Je lui avais rendu une visite de courtoisie, et je lui avais expliqué ce que j'avais dans ma manche. Au risque de me faire casser la figure. Je m'en étais sorti vivant, et contre l'avis de ses avocats, Rivers avait racheté les mémoires de la choriste indélicate, et accepter de payer une pension honorable à son épouse infidèle. Il avait gardé de cet épisode un profond mépris pour ma personne, même si je sentais qu'au fond, il aurait pu me trouver sympathique. Pourtant, depuis du temps était passé, et s'il était vraiment resté égal à lui même, moi, j'avais pas mal changé, et plutôt plusieurs fois qu'une.
- Qu'est-ce que vous me voulez, Rivers ?
- J'ai parlé à Botherel. Il pense que mon fils est mal parti. D'ailleurs, il pense aussi, que c'est une erreur de vous employer. Mais puisque Mark en à décidé ainsi...
- Votre fils est moins mal parti depuis que vous avez passé quelques coups de fil. Il n'en demeure pas moins, que quelques lampions lui pendent au nez.
- Mon fils n'est pas coupable.
- Est-ce que vous voulez dire par là qu'il est innocent ?
- Je n'ai jamais aimé votre humour. Ce que je sais c'est que l'effet de mes coups de fil ne sera pas éternel. Ce que je ne sais pas, c'est ce qui va se passer ensuite.
- C'est pourtant assez simple. Ou les éléments à charges s'accumulent, et votre fils sera inculpé de meurtre sur son épouse; sans doute involontaire, ou, on arrive à trouver des failles dans l'accusation, et il s'en sortira, en tout cas, au bénéfice du doute. Une troisième solution existe. Trouver le coupable.
- Quelles chances ?
- Impossible à dire.
- Vous avez quelque chose ?
- Pas la queue d'une piste. Pour l'instant tout ce que je fais est parallèle à l'enquête de la police. Et tout ce que je trouve enfonce votre fils.
- Ce n'est pas pour ça qu'on vous paye, De Sprague.

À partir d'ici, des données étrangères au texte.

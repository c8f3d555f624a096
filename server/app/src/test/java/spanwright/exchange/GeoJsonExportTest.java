package spanwright.exchange;

import static org.assertj.core.api.Assertions.assertThat;
import static org.assertj.core.api.Assertions.within;

import com.fasterxml.jackson.databind.JsonNode;
import com.fasterxml.jackson.databind.ObjectMapper;
import java.io.IOException;
import java.nio.file.FileAlreadyExistsException;
import java.nio.file.Files;
import java.nio.file.Path;
import java.util.HashMap;
import java.util.List;
import java.util.Map;
import org.junit.jupiter.api.BeforeEach;
import org.junit.jupiter.api.Test;
import org.junit.jupiter.api.io.TempDir;
import org.locationtech.jts.geom.Envelope;
import org.locationtech.jts.geom.Geometry;
import spanwright.network.Snapshot;
import spanwright.network.SnapshotEditor;
import spanwright.records.Records;

/** RFC 7946: sections 3.1.1 (lon, lat), 3.3 (no null coordinates), 4 (no crs), 5 (bbox), 6.1 (foreign members). */
class GeoJsonExportTest {

    private static final Path DEMO = Path.of(System.getProperty("repository.root"), "demo-data");

    @TempDir
    Path temp;

    private Path out;

    @BeforeEach
    void name() {
        out = temp.resolve("map.geojson");
    }

    private static Records loaded(String folder) {
        SnapshotEditor editor = Snapshot.empty().edit();
        assertThat(FolderLoad.load(DEMO.resolve(folder), editor, FolderLoad.Progress.NONE))
                .isEmpty();
        return editor.build(3).records();
    }

    private static Records loaded(Map<String, String> files) {
        Map<String, byte[]> bytes = new HashMap<>();
        files.forEach((name, text) -> bytes.put(name, text.getBytes(java.nio.charset.StandardCharsets.UTF_8)));
        SnapshotEditor editor = Snapshot.empty().edit();
        assertThat(FolderLoad.load(new FolderBytes(bytes, "nothing"), editor)).isEmpty();
        return editor.build(1).records();
    }

    private JsonNode written(Records records) throws IOException {
        GeoJsonExport.write(records, "2026-12-01T04:00:00-08:00", out);
        return new ObjectMapper().readTree(out.toFile());
    }

    private static JsonNode feature(JsonNode map, String id) {
        for (JsonNode feature : map.path("features")) {
            if (feature.path("id").asText().equals(id)) {
                return feature;
            }
        }
        throw new AssertionError("no " + id);
    }

    @Test
    void says_of_what_posting_it_is_and_what_it_is_not() throws IOException {
        JsonNode map = written(loaded("cases/good/worked"));
        assertThat(map.path("type").asText()).isEqualTo("FeatureCollection");
        assertThat(map.has("crs")).isFalse();
        assertThat(map.path("posting").asInt()).isEqualTo(3);
        assertThat(map.path("posted_at").asText()).isEqualTo("2026-12-01T04:00:00-08:00");
        assertThat(map.path("note").asText())
                .contains("not a locate", "before you dig", "live until proven dark", "licensed practice");
        assertThat(map.path("features")).allSatisfy(feature -> {
            assertThat(feature.path("type").asText()).isEqualTo("Feature");
            assertThat(feature.at("/properties/caution").asText()).contains("not a locate");
        });
    }

    @Test
    void every_line_of_the_demo_is_sound_and_within_the_bounds() throws Exception {
        Records records = loaded("sallowmere");
        JsonNode map = written(records);
        Envelope bounds = new Envelope();
        for (JsonNode feature : map.path("features")) {
            Geometry geometry = GeoJsonGeometry.read(feature.path("geometry"));
            assertThat(geometry.isValid()).as(feature.path("id").asText()).isTrue();
            bounds.expandToInclude(geometry.getEnvelopeInternal());
        }
        JsonNode box = map.path("bbox");
        assertThat(List.of(
                        box.get(0).asDouble(),
                        box.get(1).asDouble(),
                        box.get(2).asDouble(),
                        box.get(3).asDouble()))
                .containsExactly(bounds.getMinX(), bounds.getMinY(), bounds.getMaxX(), bounds.getMaxY());
        assertThat(bounds.getMinX()).isBetween(-124.0, -122.0);
        assertThat(bounds.getMinY()).isBetween(-49.0, -47.0);
        assertThat(map.path("features").size())
                .isEqualTo(records.structures().count()
                        + records.spans().count()
                        + records.cables().count()
                        + records.enclosures().count());
    }

    /** The sheath of the worked example in the records folder's description of sheath positions: 0 to 2130 m. */
    @Test
    void lengths_are_metres() throws IOException {
        JsonNode map = written(loaded(Map.of(
                "structures.csv", "structure,kind,lon,lat\nA,pole,0,0\nB,pole,0.009,0\nC,pole,0.018,0\n",
                "spans.csv", "span,from,to,placement,length_m\nS-1,A,B,aerial,1000\nS-2,B,C,aerial,1000\n",
                "cable_types.csv", "cable_type,fibers,fibers_per_tube,fiber_type\nF12,12,12,G.652.D\n",
                "cables.csv", "cable,cable_type\nF-1,F12\n",
                "cable_runs.csv", "cable,seq,structure,slack_m\nF-1,0,A,20\nF-1,1,B,30\nF-1,2,C,10\n",
                "sheath_marks.csv", "cable,seq,unit,mark_in,mark_out\nF-1,0,m,,5000\nF-1,1,m,,6060\nF-1,2,m,7100,\n")));
        assertThat(feature(map, "spans/S-1").at("/properties/route_m").asDouble())
                .isEqualTo(1000);
        assertThat(feature(map, "cables/F-1").at("/properties/sheath_m").asDouble())
                .isCloseTo(2130, within(0.001));
        assertThat(feature(map, "structures/B").at("/geometry/coordinates").toString())
                .isEqualTo("[0.009,0]");
    }

    @Test
    void a_cable_s_line_does_not_turn_back_where_a_span_is_drawn_the_other_way_round() throws IOException {
        JsonNode map = written(loaded(Map.of(
                "structures.csv", "structure,kind,lon,lat\nA,pole,0,0\nB,pole,0.01,0\nC,pole,0.02,0\n",
                "spans.csv", """
                        span,from,to,placement,line
                        S-1,A,B,aerial,"LINESTRING (0.01 0, 0.005 0.001, 0 0)"
                        S-2,C,B,aerial,"LINESTRING (0.01 0, 0.015 0.001, 0.02 0)"
                        """,
                "cable_types.csv", "cable_type,fibers,fibers_per_tube,fiber_type\nF12,12,12,G.652.D\n",
                "cables.csv", "cable,cable_type\nF-1,F12\n",
                "cable_runs.csv", "cable,seq,structure\nF-1,0,A\nF-1,1,B\nF-1,2,C\n")));
        assertThat(feature(map, "cables/F-1").at("/geometry/coordinates").toString())
                .isEqualTo("[[0,0],[0.005,0.001],[0.01,0],[0.015,0.001],[0.02,0]]");
    }

    @Test
    void empty_records_are_a_collection_without_features_and_without_bounds() throws IOException {
        GeoJsonExport.write(Records.empty(), null, out);
        JsonNode map = new ObjectMapper().readTree(out.toFile());
        assertThat(map.path("features").isEmpty()).isTrue();
        assertThat(map.has("bbox")).isFalse();
        assertThat(map.path("posted_at").isNull()).isTrue();
    }

    @Test
    void what_is_there_already_is_left_as_it_is() throws IOException {
        Files.writeString(out, "mine");
        org.assertj.core.api.Assertions.assertThatThrownBy(() -> GeoJsonExport.write(Records.empty(), null, out))
                .isInstanceOf(FileAlreadyExistsException.class);
        assertThat(out).hasContent("mine");
        assertThat(temp.toFile().list()).containsExactly("map.geojson");
    }
}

- Votre fils me paye. Pas vous. A mes yeux, il reste seul juge de mon travail.
- Je vais vous dire ce que je pense. Je crois que vous travaillez pour le plus offrant. Et je ne me fais pas d'illusions. Les Blondel sont plus riches, plus puissants et ont plus d'entregent que moi. Mark est la victime idéale. D'ici peu, tout le monde sera d'accord pour lui enfoncer la tête.

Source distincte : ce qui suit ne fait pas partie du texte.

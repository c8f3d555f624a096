package spanwright.exchange;

import static java.nio.charset.StandardCharsets.UTF_8;
import static org.assertj.core.api.Assertions.assertThat;

import java.util.ArrayList;
import java.util.LinkedHashMap;
import java.util.List;
import java.util.Map;
import org.junit.jupiter.api.Test;
import spanwright.exchange.RowChange.Action;
import spanwright.network.Snapshot;
import spanwright.network.SnapshotEditor;

/** A ring is in one enclosure with its first and its last row; made longer, that row is the last no more. */
class LengthenedRingTest {

    private static final Map<String, String> FILES = Map.of(
            "structures.csv", "structure,kind,lon,lat\nA,hut,0,0\nB,pole,0.01,0\nC,pole,0.01,0.01\nD,pole,0,0.01\n",
            "spans.csv", "span,from,to,placement\nAB,A,B,aerial\nBC,B,C,aerial\nCA,C,A,aerial\nAD,A,D,aerial\n",
            "cable_types.csv", "cable_type,fibers,fibers_per_tube,fiber_type\nF12,12,12,G.652.D\n",
            "cables.csv", "cable,cable_type\nF-1,F12\n",
            "cable_runs.csv", "cable,seq,structure\nF-1,0,A\nF-1,1,B\nF-1,2,C\nF-1,3,A\n",
            "enclosures.csv", "enclosure,structure,kind\nE1,A,frame\nE2,A,frame\n",
            "enclosure_cables.csv", "enclosure,cable,seq\nE1,F-1,0\nE1,F-1,3\n");

    private static final RowChange LONGER = new RowChange(
            Action.ADD, "cable_runs", Map.of(), Map.of("cable", "F-1", "seq", "4", "structure", "D", "span", "AD"));
    private static final RowChange OUT = new RowChange(
            Action.REMOVE, "enclosure_cables", Map.of("enclosure", "E1", "cable", "F-1", "seq", "3"), Map.of());

    private static SnapshotEditor ring() {
        Map<String, byte[]> bytes = new LinkedHashMap<>();
        FILES.forEach((name, text) -> bytes.put(name, text.getBytes(UTF_8)));
        SnapshotEditor editor = Snapshot.empty().edit();
        assertThat(FolderLoad.load(new FolderBytes(bytes, "nothing"), editor)).isEmpty();
        return editor.build(1).edit();
    }

    private static List<String> faults(RowChange... changes) {
        return PostingRows.enter(ring(), List.of(changes)).stream()
                .map(fault -> String.valueOf(fault.text()))
                .toList();
    }

    @Test
    void is_refused_while_the_old_last_row_is_in_the_enclosure() {
        assertThat(faults(LONGER))
                .singleElement()
                .asString()
                .contains("cable F-1 is in enclosure E1 already; only its first and its last row may both be there");
    }

    @Test
    void is_entered_once_that_row_is_taken_out_of_it() {
        assertThat(faults(OUT, LONGER)).isEmpty();
    }

    @Test
    void by_a_folder_is_refused_too() {
        Map<String, byte[]> more = Map.of("cable_runs.csv", "cable,seq,structure,span\nF-1,4,D,AD\n".getBytes(UTF_8));
        List<Fault> faults = new ArrayList<>(FolderLoad.load(new FolderBytes(more, "nothing"), ring()));
        assertThat(faults).isNotEmpty();
    }
}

- Ca peut bien se passer comme ça, en effet.
- Botherel dit qu'en plaidant coupable, il s'en sortira en passant trois ans au trou.
- C'est sans doute vrai.
- Mark ne veut pas en entendre parler.
- Ca règle la question.
- Ca ne règle rien du tout. Je veux que vous travailliez pour moi De Sprague. Ce crétin est en train de se suicider.
- Des clous, j'ai déjà un employeur.